De landbouw is volgens de officiële statistieken goed voor ongeveer een kwart van de wereldwijde uitstoot van broeikasgassen. En als we de landbouw nou eens uit de voedselketen zouden kunnen halen en chemische en biologische processen gebruiken om voedingsvetten te produceren? Dat scheelt heel veel in klimaatimpact als ontbossing en broeikasgasemissies. Landbouwvrije eiwitten lijken al binnen handbereik. Een nieuw onderzoek richt zich op landbouwvrije vetten.
Mensen moeten eten. Maar het verbouwen van gewassen, houden van dieren en verwerken van grondstoffen tot eetbare producten heeft een forse klimaatimpact. Een internationaal team van wetenschappers onder leiding van de Universiteit van Californië koos een ander uitgangspunt. "Ik hou van het idee om niet afhankelijk te zijn van fotosynthese voor alles wat we eten," zegt hoofdauteur Steven Davis, hoogleraar Earth systems aan de UCI. Dus richtte hij zich op bestaande en bekende chemische en biologische processen om voedingsvetten te produceren. Daarvoor zijn dezelfde grondstoffen nodig als planten gebruiken: waterstof in water en koolstofdioxide in de lucht.

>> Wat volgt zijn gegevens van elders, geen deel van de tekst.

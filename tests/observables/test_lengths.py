"""Length estimators on patterns with a known length scale.

* Square-wave stripes of period P: along the stripe normal C(d) = 1 - 4 d / P for
  0 <= d <= P / 2 (the fraction of pairs straddling a wall is 2 d / P; exact on the lattice
  for integer d and linear in between), so its zero is at P / 4 and its half at P / 8; the
  wall density gives e - e_0 = 4 / P per site, hence ``wall`` = P / 4; the Fourier series of
  a square wave has only odd harmonics k_n = 2 pi n / P with (discrete) weights
  1 / sin^2(k_n / 2), which fixes ``sk_moment``.
* A Gaussian random field thresholded at 0: Sheppard's arcsine law (W. F. Sheppard, Phil.
  Trans. R. Soc. A 192, 101 (1899); also Van Vleck & Middleton, Proc. IEEE 54, 2 (1966)
  [M refs, recalled from memory]) gives <sgn(phi_0) sgn(phi_d)> = (2/pi) arcsin rho(d)
  exactly, with rho the field's correlation, known exactly on the lattice for a field made by
  filtering white noise. Tolerances: 5 standard errors of the replica mean.
"""

from __future__ import annotations

import math

import numpy as np
import pytest

from coarsen.lattice import Lattice
from coarsen.observables import (
    ESTIMATORS,
    MeasurementGrid,
    correlation,
    correlation_crossing,
    measure,
    moment_length,
    wall_length,
)

Z = 5.0  # standard errors


def _stripes(lattice, period, axis_xyz=0):
    coordinate = np.indices(lattice.shape)[::-1][axis_xyz]
    return np.where(coordinate % period < period // 2, 1, -1).astype(np.int8)[np.newaxis]


def _square_wave_moment(period: int) -> float:
    n = np.arange(1, period, 2)  # odd harmonics
    k = 2 * np.pi * n / period
    k = k[k <= np.pi + 1e-12]
    weight = 1.0 / np.sin(k / 2) ** 2
    return 2 * np.pi * weight.sum() / (k * weight).sum()


@pytest.mark.parametrize("period", [8, 12, 20, 40])
def test_chain_stripes(period):
    """On a chain C(r) is C along the normal: corr_zero = P/4, corr_half = P/8 exactly;
    wall = P/4 at T = 0 (e_0 = -1); sk_moment from the square wave's Fourier series."""
    lattice = Lattice("chain", (120,))
    spins = _stripes(lattice, period)
    grid = MeasurementGrid(lattice, precision="double")
    m = measure(spins, lattice, grid, temperature=0.0)
    lengths = dict(zip(ESTIMATORS, m.length[:, 0]))
    assert lengths["corr_zero"] == pytest.approx(period / 4, abs=1e-10)
    assert lengths["corr_half"] == pytest.approx(period / 8, abs=1e-10)
    assert lengths["wall"] == pytest.approx(period / 4, abs=1e-10)
    assert lengths["sk_moment"] == pytest.approx(_square_wave_moment(period), rel=1e-10)
    assert m.domain_count[0] == 120 // period * 2


def _torus_lengths(lattice):
    """Shortest-image |d| of every displacement (index d mod L) of a square or cubic torus."""
    folded = [np.minimum(np.arange(n), n - np.arange(n)).astype(float) for n in lattice.shape]
    return np.sqrt(sum(g**2 for g in np.meshgrid(*folded, indexing="ij")))


def _bin_means(values, lengths, centres):
    """Mean of ``values`` over the displacements whose rounded length is each centre."""
    bins = np.floor(lengths + 0.5 + 1e-9)
    return np.array([values[bins == c].mean() for c in centres])


@pytest.mark.parametrize("kind", ["square", "cubic"])
def test_stripes_in_higher_dimensions(kind):
    """Stripes along x: C(d) = tri(d_x) = 1 - 4 |d_x| / P (folded with period P) whatever d_y,
    d_z, so the radial average is the mean of tri(d_x) over each bin, whose first zero lies
    beyond P/4 (along the stripes C stays 1); wall = P/4 still, since e - e_0 =
    2 (2 L / P walls) L^(d-1) / N = 4 / P."""
    period = 8
    size = (32, 32) if kind == "square" else (16, 16, 16)
    lattice = Lattice(kind, size)
    spins = _stripes(lattice, period)
    grid = MeasurementGrid(lattice, precision="double")
    m = measure(spins, lattice, grid, temperature=0.0)
    c = correlation(spins, lattice)[0]
    along_x = c[(0,) * (lattice.dimension - 1) + (slice(0, 5),)]
    np.testing.assert_allclose(along_x, 1 - 4 * np.arange(5) / period, atol=1e-12)
    dx = np.broadcast_to(np.arange(lattice.size[0]), lattice.shape)
    tri = 1 - 4 * np.abs((dx + period / 2) % period - period / 2) / period
    expected = _bin_means(tri, _torus_lengths(lattice), grid.r)
    np.testing.assert_allclose(m.correlation[0], expected, atol=1e-12)
    zero = correlation_crossing(grid.r, expected, 0.0)[0]
    assert m.length[ESTIMATORS.index("corr_zero"), 0] == pytest.approx(zero, abs=1e-10)
    assert zero > period / 4
    assert m.length[ESTIMATORS.index("wall"), 0] == pytest.approx(period / 4, abs=1e-10)


def _gaussian_field_spins(rng, lattice, width, replicas):
    """sgn(phi) for phi = white noise filtered by exp(-width^2 |k|^2 / 2) (a Gaussian kernel
    of standard deviation ``width``); returns the spins, rho(d) (the field's exact correlation
    on the torus: inverse FFT of the filter's power, normalised) and |k| of the grid."""
    k = np.sqrt(sum(g**2 for g in np.meshgrid(
        *[2 * np.pi * np.fft.fftfreq(n) for n in lattice.shape], indexing="ij")))
    power = np.exp(-(width * k) ** 2)
    noise = rng.standard_normal((replicas, *lattice.shape))
    field = np.fft.ifftn(np.fft.fftn(noise, axes=(1, 2)) * np.sqrt(power), axes=(1, 2)).real
    rho = np.fft.ifftn(power).real
    rho /= rho.flat[0]
    return np.where(field > 0, 1, -1).astype(np.int8), rho, k


def test_thresholded_gaussian_field():
    """Radial C, corr_half and sk_moment of a clipped Gaussian field agree with Sheppard's
    law C(d) = (2/pi) arcsin rho(d), averaged over each bin, and with its transform
    E S(k) = sum_d E C(d) exp(-i k d), averaged over each shell. Tolerance: Z standard errors
    of the replica mean (16 replicas, 128 x 128, kernel width 3)."""
    rng = np.random.default_rng(2026)
    lattice = Lattice("square", (128, 128))
    width, replicas = 3.0, 16
    spins, rho, k = _gaussian_field_spins(rng, lattice, width, replicas)
    exact_c = (2 / np.pi) * np.arcsin(np.clip(rho, -1, 1))
    exact_s = np.fft.fftn(exact_c).real
    grid = MeasurementGrid(lattice)
    m = measure(spins, lattice, grid, temperature=0.0)
    c_expected = _bin_means(exact_c, _torus_lengths(lattice), grid.r)
    s_expected = _bin_means(exact_s, k / grid.k_spacing, np.round(grid.k / grid.k_spacing))

    mean = m.correlation.mean(axis=0)
    error = m.correlation.std(axis=0, ddof=1) / math.sqrt(replicas)
    near = grid.r <= 20
    rounding = 1e-6  # float32 transforms; C(0) = 1 has no statistical error at all
    assert np.all(np.abs(mean - c_expected)[near] <= Z * error[near] + rounding)
    half = correlation_crossing(grid.r, c_expected, 0.5)[0]
    # continuum value sqrt(2 ln 2) width (rho = exp(-d^2 / 4 width^2)); bins shift it slightly
    assert half == pytest.approx(width * math.sqrt(2 * math.log(2)), rel=0.05)
    for estimator, expected in (("corr_half", half),
                                ("sk_moment", moment_length(grid.k, s_expected)[0])):
        values = m.length[ESTIMATORS.index(estimator)]
        se = values.std(ddof=1) / math.sqrt(replicas)
        assert abs(values.mean() - expected) <= Z * se, (estimator, values.mean(), expected, se)


def test_no_length_where_there_is_none():
    """A uniform state: C = 1 never falls (corr_zero, corr_half NaN), S(k > 0) = 0 (sk_moment
    NaN), and at T = 0 it is the ground state (wall NaN)."""
    lattice = Lattice("square", (16, 16))
    spins = np.ones((2, 16, 16), dtype=np.int8)
    m = measure(spins, lattice, MeasurementGrid(lattice), temperature=0.0)
    assert np.isnan(m.length).all()


def test_crossing_interpolates_linearly():
    r = np.arange(5.0)
    c = np.array([[1.0, 0.8, 0.4, 0.1, -0.2],
                  [1.0, 0.5, 0.4, 0.3, 0.2],
                  [1.0, 0.9, 0.8, 0.7, 0.6]])
    np.testing.assert_allclose(correlation_crossing(r, c, 0.5), [1.75, 1.0, np.nan])
    np.testing.assert_allclose(correlation_crossing(r, c, 0.0), [3 + 1 / 3, np.nan, np.nan])
    np.testing.assert_allclose(correlation_crossing(r, c[0], 1.0), [0.0])


def test_moment_and_wall_lengths():
    k = np.array([0.0, 1.0, 2.0, 3.0, 4.0])
    s = np.array([[100.0, 1.0, 1.0, 2.0, 50.0]])  # k = 0 and k > pi are left out
    assert moment_length(k, s)[0] == pytest.approx(2 * np.pi * 4 / (1 + 2 + 6))
    np.testing.assert_allclose(wall_length(np.array([-1.5, -2.0, -2.5]), -2.0),
                               [2.0, np.nan, np.nan])
    assert np.isnan(wall_length(np.array([-1.0]), None)).all()
    assert np.isnan(wall_length(np.array([-1.0]), float("nan"))).all()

"Grootschalige synthese van eetbare moleculen via chemische en biologische middelen zonder agrarische grondstoffen is een volstrekt reële mogelijkheid", zegt Davis in Phys.org. Zulk 'voedsel zonder boerderij' zou de milieu-, natuur- en klimaatimpact van de landbouw kunnen voorkomen. Boskap zou tot het verleden gaan behoren.

Landbouwvrije voedselproductie heeft nog meer voordelen. Denk aan minder watergebruik en -vervuiling, lokale controle over de voedselproductie, minder risico op misoogsten en minder behoefte aan laagbetaalde en fysiek veeleisende landbouwarbeid. Plus natuurlijk de mogelijkheid om bestaande landbouwgronden weer terug te geven aan de natuur zodat de biodiversiteit weer kan toenemen bossen CO2 kunnen vastleggen.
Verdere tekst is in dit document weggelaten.